> **Material provided**:
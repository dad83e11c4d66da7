/**
 * The command line's flags read into the library's typed choices (the same
 * values a house style gives): text → numbers, boxes, positions, names. What
 * only text can get wrong is reported here, naming the flag; what any caller
 * can get wrong is checked by the library (src/settings/), naming its
 * parameter, which src/cli/flags.ts turns back into the flag.
 *
 * This file reads what every command shares (body, kinds, the eclipse's
 * convention and ΔT) and imports nothing of places or pictures, so that
 * `list` loads none of them; the flags of places, pages and maps are read in
 * readMapFlags.ts.
 */
import { InputError } from '../errors.ts';
import { SHADOW_CONVENTIONS } from '../eclipses/lunar/conventions.ts';
import { BODY_CHOICES, kindsOfBodies, type BodyChoice, type EclipseKindName } from '../eclipses/kinds.ts';
import type { EclipseChoice } from '../settings/choose.ts';
import { DELTA_T_LIMITS, parseChoice, parseNumber } from '../settings/read.ts';

export interface BodyFlags {
  body?: string;
  kind?: string;
}

/** --body: lunar, solar or all (the default). */
export function bodyFromFlags(flags: BodyFlags): BodyChoice {
  return flags.body === undefined ? 'all' : parseChoice('--body', flags.body, BODY_CHOICES);
}

/** The kinds --kind may name for a body: with `all`, a kind of either. */
export function kindsOfBody(body: BodyChoice): readonly EclipseKindName[] {
  return kindsOfBodies(body);
}

/**
 * --kind read against the body: the kinds chosen, or undefined for every kind.
 * A kind the body has not (annular for lunar, penumbral for solar) is one error
 * line naming --kind and the kinds allowed for that body.
 */
export function kindsFromFlags(flags: BodyFlags, body: BodyChoice = bodyFromFlags(flags)): readonly EclipseKindName[] | undefined {
  if (flags.kind === undefined) return undefined;
  const allowed = kindsOfBody(body);
  const parts = flags.kind.split(',').map((p) => p.trim().toLowerCase()).filter((p) => p.length > 0);
  const bad = parts.length === 0 || parts.some((p) => !(allowed as readonly string[]).includes(p));
  if (bad) throw new InputError('--kind', `a comma-separated list of the kinds of ${body === 'all' ? 'lunar or solar' : body} eclipses: ${allowed.join(', ')}`, flags.kind);
  return [...new Set(parts)] as EclipseKindName[];
}

export interface EclipseFlags {
  convention: string;
  deltaT?: string;
}

/**
 * With a house style, the flags the user typed win and the style fills in the rest: `typed(key)` says
 * whether a flag was typed (not a default). Without a style, every flag is read.
 */
export interface Underlay<T> {
  readonly base: T;
  readonly typed: (key: string) => boolean;
}

export function reader<F extends object, T>(flags: F, underlay: Underlay<T> | undefined) {
  const text = flags as Record<string, unknown>;
  return <V>(key: keyof F & string, fromBase: (base: T) => V, read: (value: string) => V): V | undefined => {
    if (underlay && !underlay.typed(key)) return fromBase(underlay.base);
    const value = text[key];
    return value === undefined ? undefined : read(value as string);
  };
}

export const given = <K extends string, V>(key: K, value: V | undefined): { [P in K]?: V } => (value === undefined ? {} : ({ [key]: value } as { [P in K]?: V }));

export function eclipseChoiceFromFlags(flags: EclipseFlags, underlay?: Underlay<EclipseChoice>): EclipseChoice {
  const take = reader(flags, underlay);
  const convention = take('convention', (b) => b.convention, (t) => parseChoice('--convention', t, SHADOW_CONVENTIONS))!;
  const deltaTSeconds = take('deltaT', (b) => b.deltaTSeconds, (t) => parseNumber('--delta-t', t, DELTA_T_LIMITS));
  return { convention, ...given('deltaTSeconds', deltaTSeconds) };
}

> **Goal of the exercise**:
Within the listing, how many lines hold the word "fromBase"? Answer with the number by itself.

> **Exercise output**:
2